# Anyone ever use Sawmill Creek?



## interpim (Dec 6, 2008)

I tried registering for their site today and couldn't register no matter what I tried.

Is the site closed? or am I just not doing it right LOL.


----------



## dvdpfstr (Sep 5, 2009)

Did you make sure the screen name you wanted to use was your actual name. I know that stumped me when I registered. I kept trying to use the same screen name I use on other sites but they want your actual name. It took me a couple of tries before I realized you had to use your real name.


----------



## a1Jim (Aug 9, 2008)

Their site?


----------



## Rick Dennington (Aug 27, 2009)

Yes, I'm on SawMill Creek. I got on about the same time I joined LJ'ers. As posted above, you have to use your real name on that site(I think it's dumb), and can't use anything else. I don't care much for that site,as you can't find any shop tours, some of your post(they call them "threads on there) don't show up, or never get posted, and I ain't figured out how to post pixs on there yet. It's a crazy site, and I haven't figured out their fomat yet. Everything is somewhere else, and I can't find nothin. The site is not closed,as I just checked it before coming back to the best site around--- LumberJocks!


----------



## interpim (Dec 6, 2008)

The only reason I want to register is to see some of the images posted… I notice in some google searches that the site comes up quite often, but you can't view the images unless your registered


----------



## Julian (Sep 30, 2008)

You just need to use a real SOUNDING name, not necessarily your own.


----------



## SEE (Sep 23, 2009)

You might want to try it again later today. Apparently, they're experiencing a technical glitch this morning. I'm unable to access that site thus far today. I'm a frequent visitor there.

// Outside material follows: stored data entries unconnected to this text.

/* SPDX-License-Identifier: MIT
 *
 * Starting strategy: from rank 0 upwards, each new component the leading singular pair of the residual (grow.c), each
 * rank fitted by conjugate gradients before the next, until ten iterations lower the objective by no more than
 * `change`. The cheapest strategy, and enough where cells are not scarce; the larger components are found first, so a
 * spectrum that falls steeply is no obstacle.
 */
#include "solve/recover_internal.h"

fescue_status recover_growth(const struct recover_request *request, struct low_rank *out)
{
    struct problem *problem = request->problem;
    const struct solve_limits limits = {.iterations = (uint64_t)request->steps,
                                        .gradient = 1e-9,
                                        .change = request->weight,
                                        .deadline = request->deadline};
    struct solve_result result = {0};
    fescue_status status = low_rank_create(problem->context, problem->target.rows, problem->target.columns, 0, out);
    while (status == FESCUE_OK && out->rank < request->rank) {
        TRY(start_grow(problem, request->seed, out));
        if (out->rank < request->rank)
            TRY(solve_run(problem, &grassmann_cg_solver, &limits, out, &result));
    }
done:
    solve_result_free(problem->context, &result);
    return status;
}
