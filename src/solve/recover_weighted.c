/* SPDX-License-Identifier: MIT
 *
 * Starting strategy: growth with a ridge per component that the data set.
 *
 * Were every component's size a variance to be learnt from the data (MacKay 1992; Nakajima, Sugiyama 2011), the
 * evidence would charge (m + n)/2 noise log s_k^2 for it; its tangent from above is a ridge on the component's weights,
 *
 *     ridge_k = phi s2 sqrt(mn) / s_k^2,      s2 = |R|^2 / |seen|,
 *
 * large for components no larger than what the residual could raise by chance, next to nothing for the others: the
 * objective stays bounded where cells are few, without the bias of an even ridge. From rank 0 upwards, `steps` trust
 * region steps a rank, the frame turned and the ridges set anew before each. At the full rank s2 is made to fall by a
 * tenth at each step at least, so that on a table without noise the ridges vanish.
 *
 * phi: recovered of 20 tables of 300 x 300, rank 5, 1.3 times as many cells as unknowns, condition 10, at ten steps a
 * rank: 13 with 0.3, 15 with 1, 17 with 2, 19 with 4, 19 with 8; from 16 on small components are lost for good.
 *
 * Cost a step: the evaluation twice, and what the inner iteration takes (trust.c).
 */
#include "solve/recover_internal.h"

#include <math.h>

static const struct trust_rules rules = {.accuracy = 0.1, .inner_most = 100, .exact = false};
/* At the full rank: steps at most, how s2 falls, and the share of the residual's mean square below which s2 counts as
   having lost touch with it: the residual is noise. */
enum { FULL_STEPS = 60 };
static const double fall = 0.9, lost = 0.05, near = 0.01;

/* Turns the frame and sets the ridges for s2. */
static fescue_status ridges_set(struct descent *descent, double phi, double s2)
{
    struct projection *p = &descent->projection;
    double area = sqrt((double)p->by_short->lines * (double)p->by_long->lines);
    fescue_status status = descent_turn(descent);
    if (status != FESCUE_OK)
        return status;
    for (size_t k = 0; k < p->rank; k++) {
        /* Never so large that the others' precision suffers. */
        double s = fmax(p->spectrum[k], 1e-8 * p->spectrum[0]);
        p->ridge[k] = s > 0 ? phi * s2 * area / (s * s) : 0;
    }
    trust_start(&descent->trust);
    return FESCUE_OK;
}

/* Steps at one rank. */
static fescue_status rank_fit(const struct recover_request *request, bool full, struct low_rank *point)
{
    struct descent descent;
    double count = (double)request->problem->target.count, seen;
    bool moved, late = false;
    fescue_status status = descent_open(request->problem, point, &descent);
    if (status != FESCUE_OK)
        return status;
    double s2 = descent.projection.square / count;
    for (int step = 0; step < (full ? FULL_STEPS : request->steps) && !late; step++) {
        TRY(recover_pause(request, &late));
        TRY(ridges_set(&descent, request->weight, s2));
        TRY(trust_step(&descent.trust, &rules, &moved));
        seen = descent.projection.square / count;
        s2 = full ? fmin(seen, fall * s2) : seen;
        if (full && (descent_is_near(&descent, near) || s2 < lost * seen))
            break;
    }
    status = projection_write(&descent.projection, point);
done:
    descent_close(&descent);
    return status;
}

fescue_status recover_weighted(const struct recover_request *request, struct low_rank *out)
{
    struct problem *problem = request->problem;
    fescue_status status = low_rank_create(problem->context, problem->target.rows, problem->target.columns, 0, out);
    while (status == FESCUE_OK && out->rank < request->rank) {
        TRY(start_grow(problem, request->seed, out));
        TRY(rank_fit(request, out->rank == request->rank, out));
    }
done:
    return status;
}
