/* SPDX-License-Identifier: MIT
 *
 * A preconditioner for the Hessian of the projected objective: its diagonal blocks, one a line of the shorter side.
 *
 * A turn d of row i of the basis alone moves the cells (i, j) seen in it by d.w_j, and the weights that follow take
 * back a share of it (hessian.c), so that of Gauss and Newton's part the block of row i is
 *
 *     B_i = sum over j seen in i of (1 - h_ij) w_j w_j' + D,      h_ij = u_i' G_j^-1 u_i in [0, 1]
 *
 * h_ij is the leverage of the cell in line j of the longer side: how far that line follows it. D, the damping by the
 * ridges, is the same for all rows. A table seen evenly has B_i = p W'W, up to the share p; with few cells rows differ
 * by orders of magnitude, above all where a row's cells lie in lines that can follow nearly all of it, and then the
 * blocks take several times fewer products than W'W to the same accuracy.
 *
 * The blocks are lifted by a small multiple of p W'W: what no cell of a row resists is not moved without bound.
 *
 *     z = P B^-1 g,  P = I - UU':  symmetric and positive on tangents, where P g = g.
 *
 * Cost: |seen| (3/2 r^2 + 2 r) and short r^3/6, once a step; short r^2 a use. Memory: short r^2/2. Lines are
 * independent: the bits do not depend on the workers.
 */
#include "solve/solve_internal.h"

#include <math.h>
#include <string.h>

/* Of p W'W: enough to bound a step, little beside what a well-seen row has. */
static const double lift = 0.01;

static size_t room_a_worker(size_t rank)
{
    return team_room(rank, sizeof(double));
}

void hessian_blocks_reserve(struct arena *arena, const struct field *field, size_t shorter, size_t rank)
{
    size_t factors;
    arena_reserve(arena, team_workers(field->problem->context) * room_a_worker(rank), sizeof(double));
    matrix_reserve(arena, rank, rank);
    if (size_product(shorter, packed_size(rank), &factors))
        arena_reserve(arena, factors, sizeof(double));
    else
        arena->overflow = true;
}

void hessian_blocks_carve(struct arena *arena, struct projection *projection, struct hessian_blocks *blocks)
{
    size_t rank = projection->rank;
    *blocks = (struct hessian_blocks){.projection = projection};
    blocks->scratch =
        arena_carve(arena, team_workers(projection->field->problem->context) * room_a_worker(rank), sizeof(double));
    blocks->core = matrix_carve(arena, rank, rank);
    blocks->factors = arena_carve(arena, projection->by_short->lines * packed_size(rank), sizeof(double));
}

/* factor <- B_i in packed form, to be factored. */
static void block_sum(const struct hessian_blocks *blocks, uint32_t i, size_t worker, double *block)
{
    struct projection *p = blocks->projection;
    const struct half *half = p->by_short;
    size_t rank = p->rank;
    const double *u = &MATRIX_AT(p->basis, i, 0);
    double *solved = blocks->scratch + worker * room_a_worker(rank);
    for (uint64_t k = half->start[i]; k < half->start[i + 1]; k++) {
        uint32_t j = half->across[k];
        const double *w = &MATRIX_AT(p->weights, j, 0);
        double leverage = 0;
        for (size_t a = 0; a < rank; a++)
            solved[a] = u[a];
        packed_solve(p->factors + j * packed_size(rank), rank, solved);
        for (size_t a = 0; a < rank; a++)
            leverage += u[a] * solved[a];
        double stays = fmax(1 - leverage, 0);
        for (size_t a = 0; a < rank; a++)
            for (size_t b = 0; b <= a; b++)
                block[packed_size(a) + b] += stays * w[a] * w[b];
    }
}

static void blocks_task(void *job, size_t at, size_t worker)
{
    struct hessian_blocks *blocks = job;
    const struct half *half = blocks->projection->by_short;
    size_t rank = blocks->projection->rank, size = packed_size(rank);
    for (uint32_t i = half->block[at]; i < half->block[at + 1]; i++) {
        double *block = blocks->factors + i * size;
        for (size_t a = 0; a < rank; a++)
            for (size_t b = 0; b <= a; b++)
                block[packed_size(a) + b] = MATRIX_AT(blocks->core, a, b);
        block_sum(blocks, i, worker, block);
        packed_cholesky(block, rank);
    }
}

void hessian_blocks_start(struct hessian_blocks *blocks, struct matrix damping)
{
    struct projection *p = blocks->projection;
    const struct cells *target = &p->field->problem->target;
    double density = (double)target->count / ((double)target->rows * (double)target->columns);
    tall_cross(p->field->problem->context, p->weights, p->weights, blocks->core, p->dense);
    matrix_scale(lift * density, blocks->core);
    matrix_add(1, damping, blocks->core);
    team_run(p->field->problem->context, p->by_short->blocks, blocks_task, blocks);
}

struct solve_pass {
    const struct hessian_blocks *blocks;
    struct matrix g, z;
};

static void solve_task(void *job, size_t at, size_t worker)
{
    const struct solve_pass *pass = job;
    const struct half *half = pass->blocks->projection->by_short;
    size_t rank = pass->z.columns;
    (void)worker;
    for (uint32_t i = half->block[at]; i < half->block[at + 1]; i++) {
        double *line = &MATRIX_AT(pass->z, i, 0);
        memcpy(line, &MATRIX_AT(pass->g, i, 0), rank * sizeof *line);
        packed_solve(pass->blocks->factors + i * packed_size(rank), rank, line);
    }
}

void hessian_blocks_precondition(struct hessian_blocks *blocks, struct matrix g, struct matrix z)
{
    struct projection *p = blocks->projection;
    struct solve_pass pass = {blocks, g, z};
    fescue_context *context = p->field->problem->context;
    team_run(context, p->by_short->blocks, solve_task, &pass);
    tall_cross(context, p->basis, z, p->core, p->dense);
    tall_multiply(context, -1, p->basis, p->core, 1, z);
}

Like Lumber Jocks, SMC is also a good woodworkers forum. Agreed, it takes a while to get the hang of it. For me, that seems to be the case with most forums!


----------



## Betsy (Sep 25, 2007)

To see some of the threads/areas - you have to be a donating member. In other words - its not free. But it is advertisement free. LJ - has ads - hence it's free (although you can donate and I encourage you to).

SMC seems to be very closed to most - you have to be more technically savvy to navigate it. I'm a member because I wanted to take advantage of some plans that I knew was posted on the site.

LJ's is my number one site for tons of reasons. I don't mind the ads on this site because Martin has done such a marvelous job of integrating them in a non-obstrusive way.

LJ's ROCKS!


----------



## papadan (Mar 6, 2009)

I told em over there to K M A and they deleted me. LOL Just too stuffy and restricting.


----------



## trimmer (Dec 23, 2008)

I fill the same way as u papadan


----------



## SEE (Sep 23, 2009)

Actually, at SMC, they have two membership statuses: member and contributor. If you're a contributor you have the option of turning the ads off. Personally, I don't mind the ads at any of the WW forums. In fact, sometimes they're quite useful in helping us to learn of new sources for tools, machines, etc. SMC used to be completely ad free but not enough folks were willing to contribute to keep it ad free.

As someone else mentioned already in this topic, only contributors at SMC have access to ALL of the forums. However, there are only a very few of their forums that require contributor status to access.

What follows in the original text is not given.